## WHAT YOU SHOULD DO
The answer must be an exact transcription of all the records below.

## GIVEN ENTRIES

======

import { useQuery } from '@tanstack/react-query';
import { Link, useParams } from 'react-router-dom';
import type { Submission } from '../../../shared/api/submissions.ts';
import { paths } from '../../api/paths.ts';
import { Loading } from '../../ui/Loading.tsx';
import { Measured } from '../../ui/Measured.tsx';
import { Moment } from '../../ui/Moment.tsx';
import { Page } from '../../ui/Page.tsx';
import { ProblemNote } from '../../ui/ProblemNote.tsx';
import { StatusMark } from '../../ui/StatusMark.tsx';
import { Symbol_ } from '../../ui/Symbol.tsx';
import { ChangesSinceSigned } from './ChangesSinceSigned.tsx';
import { RouteReview } from './RouteReview.tsx';
import { submissionQuery } from './submission-queries.ts';
import { Verdict } from './Verdict.tsx';

/** A package under review: what is asked, what changed, each assumption with its ruling, and the verdict. */
export function Component() {
  const { submissionId = '' } = useParams();
  const submission = useQuery(submissionQuery(submissionId));
  if (submission.data) return <Review submission={submission.data} />;
  if (submission.error) return <ProblemNote error={submission.error} onRetry={() => void submission.refetch()} />;
  return <Loading what="the submission" />;
}

function Review({ submission }: { readonly submission: Submission }) {
  const { snapshot } = submission;
  const target = snapshot.model.quantities.find((quantity) => quantity.id === snapshot.targetQuantityId);
  const result = snapshot.evaluation.quantities[snapshot.targetQuantityId]?.result;
  return (
    <Page title={`Review of ${target?.name ?? 'a quantity'}`}>
      <div className="grid grid-cols-[minmax(0,1fr)] gap-6 lg:grid-cols-[minmax(0,1fr)_20rem]">
        <div className="grid min-w-0 content-start gap-6">
          <section aria-label="What is submitted" className="grid gap-2">
            <p className="flex flex-wrap items-center gap-x-3 gap-y-1 text-sm">
              <StatusMark status={submission.status} />
              <Link to={paths.study(submission.studyId)} className="text-primary underline">
                {submission.studyTitle}
              </Link>
              <span>
                submitted by {submission.submittedByName}, <Moment at={submission.submittedAt} />
              </span>
            </p>
            {target && result && (
              <p className="border border-rule bg-surface p-3 text-lg font-bold">
                <Symbol_ symbol={target.symbol} /> = <Measured value={result.value} u={result.u} unit={target.unit} />{' '}
                <span className="text-sm font-normal text-ink-2">± is U with k = 2</span>
                {target.limit && (
                  <span className="block text-sm font-normal">
                    Accepted when {target.limit.side} {target.limit.text}.
                  </span>
                )}
                {target.unsafeSide && (
                  <span className="block text-sm font-semibold text-warn">
                    Safety-critical: too {target.unsafeSide} is the unsafe side. Local codes and licensed practice stand
                    above this estimate.
                  </span>
                )}
              </p>
            )}
            {submission.note && <p>“{submission.note}”</p>}
            {submission.movedSince.length > 0 && submission.status === 'open' && (
              <p role="alert" className="border-2 border-warn bg-surface p-3">
                The chain moved after it was submitted: {submission.movedSince.join(', ')}. Return it, so that it is
                submitted as it is now.
              </p>
            )}
          </section>
          <ChangesSinceSigned submission={submission} />
          {snapshot.routeIds.map((routeId) => (
            <RouteReview key={routeId} submission={submission} routeId={routeId} />
          ))}
        </div>
        <Verdict submission={submission} />
      </div>
    </Page>
  );
}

======

## WRITTEN SOLUTION
import { useQuery } from '@tanstack/react-query';
import { Link, useParams } from 'react-router-dom';
import type { Submission } from '../../../shared/api/submissions.ts';
import { paths } from '../../api/paths.ts';
import { Loading } from '../../ui/Loading.tsx';
import { Measured } from '../../ui/Measured.tsx';
import { Moment } from '../../ui/Moment.tsx';
import { Page } from '../../ui/Page.tsx';
import { ProblemNote } from '../../ui/ProblemNote.tsx';
import { StatusMark } from '../../ui/StatusMark.tsx';
import { Symbol_ } from '../../ui/Symbol.tsx';
import { ChangesSinceSigned } from './ChangesSinceSigned.tsx';
import { RouteReview } from './RouteReview.tsx';
import { submissionQuery } from './submission-queries.ts';
import { Verdict } from './Verdict.tsx';

/** A package under review: what is asked, what changed, each assumption with its ruling, and the verdict. */
export function Component() {
  const { submissionId = '' } = useParams();
  const submission = useQuery(submissionQuery(submissionId));
  if (submission.data) return <Review submission={submission.data} />;
  if (submission.error) return <ProblemNote error={submission.error} onRetry={() => void submission.refetch()} />;
  return <Loading what="the submission" />;
}

function Review({ submission }: { readonly submission: Submission }) {
  const { snapshot } = submission;
  const target = snapshot.model.quantities.find((quantity) => quantity.id === snapshot.targetQuantityId);
  const result = snapshot.evaluation.quantities[snapshot.targetQuantityId]?.result;
  return (
    <Page title={`Review of ${target?.name ?? 'a quantity'}`}>
      <div className="grid grid-cols-[minmax(0,1fr)] gap-6 lg:grid-cols-[minmax(0,1fr)_20rem]">
        <div className="grid min-w-0 content-start gap-6">
          <section aria-label="What is submitted" className="grid gap-2">
            <p className="flex flex-wrap items-center gap-x-3 gap-y-1 text-sm">
              <StatusMark status={submission.status} />
              <Link to={paths.study(submission.studyId)} className="text-primary underline">
                {submission.studyTitle}
              </Link>
              <span>
                submitted by {submission.submittedByName}, <Moment at={submission.submittedAt} />
              </span>
            </p>
            {target && result && (
              <p className="border border-rule bg-surface p-3 text-lg font-bold">
                <Symbol_ symbol={target.symbol} /> = <Measured value={result.value} u={result.u} unit={target.unit} />{' '}
                <span className="text-sm font-normal text-ink-2">± is U with k = 2</span>
                {target.limit && (
                  <span className="block text-sm font-normal">
                    Accepted when {target.limit.side} {target.limit.text}.
                  </span>
                )}
                {target.unsafeSide && (
                  <span className="block text-sm font-semibold text-warn">
                    Safety-critical: too {target.unsafeSide} is the unsafe side. Local codes and licensed practice stand
                    above this estimate.
                  </span>
                )}
              </p>
            )}
            {submission.note && <p>“{submission.note}”</p>}
            {submission.movedSince.length > 0 && submission.status === 'open' && (
              <p role="alert" className="border-2 border-warn bg-surface p-3">
                The chain moved after it was submitted: {submission.movedSince.join(', ')}. Return it, so that it is
                submitted as it is now.
              </p>
            )}
          </section>
          <ChangesSinceSigned submission={submission} />
          {snapshot.routeIds.map((routeId) => (
            <RouteReview key={routeId} submission={submission} routeId={routeId} />
          ))}
        </div>
        <Verdict submission={submission} />
      </div>
    </Page>
  );
}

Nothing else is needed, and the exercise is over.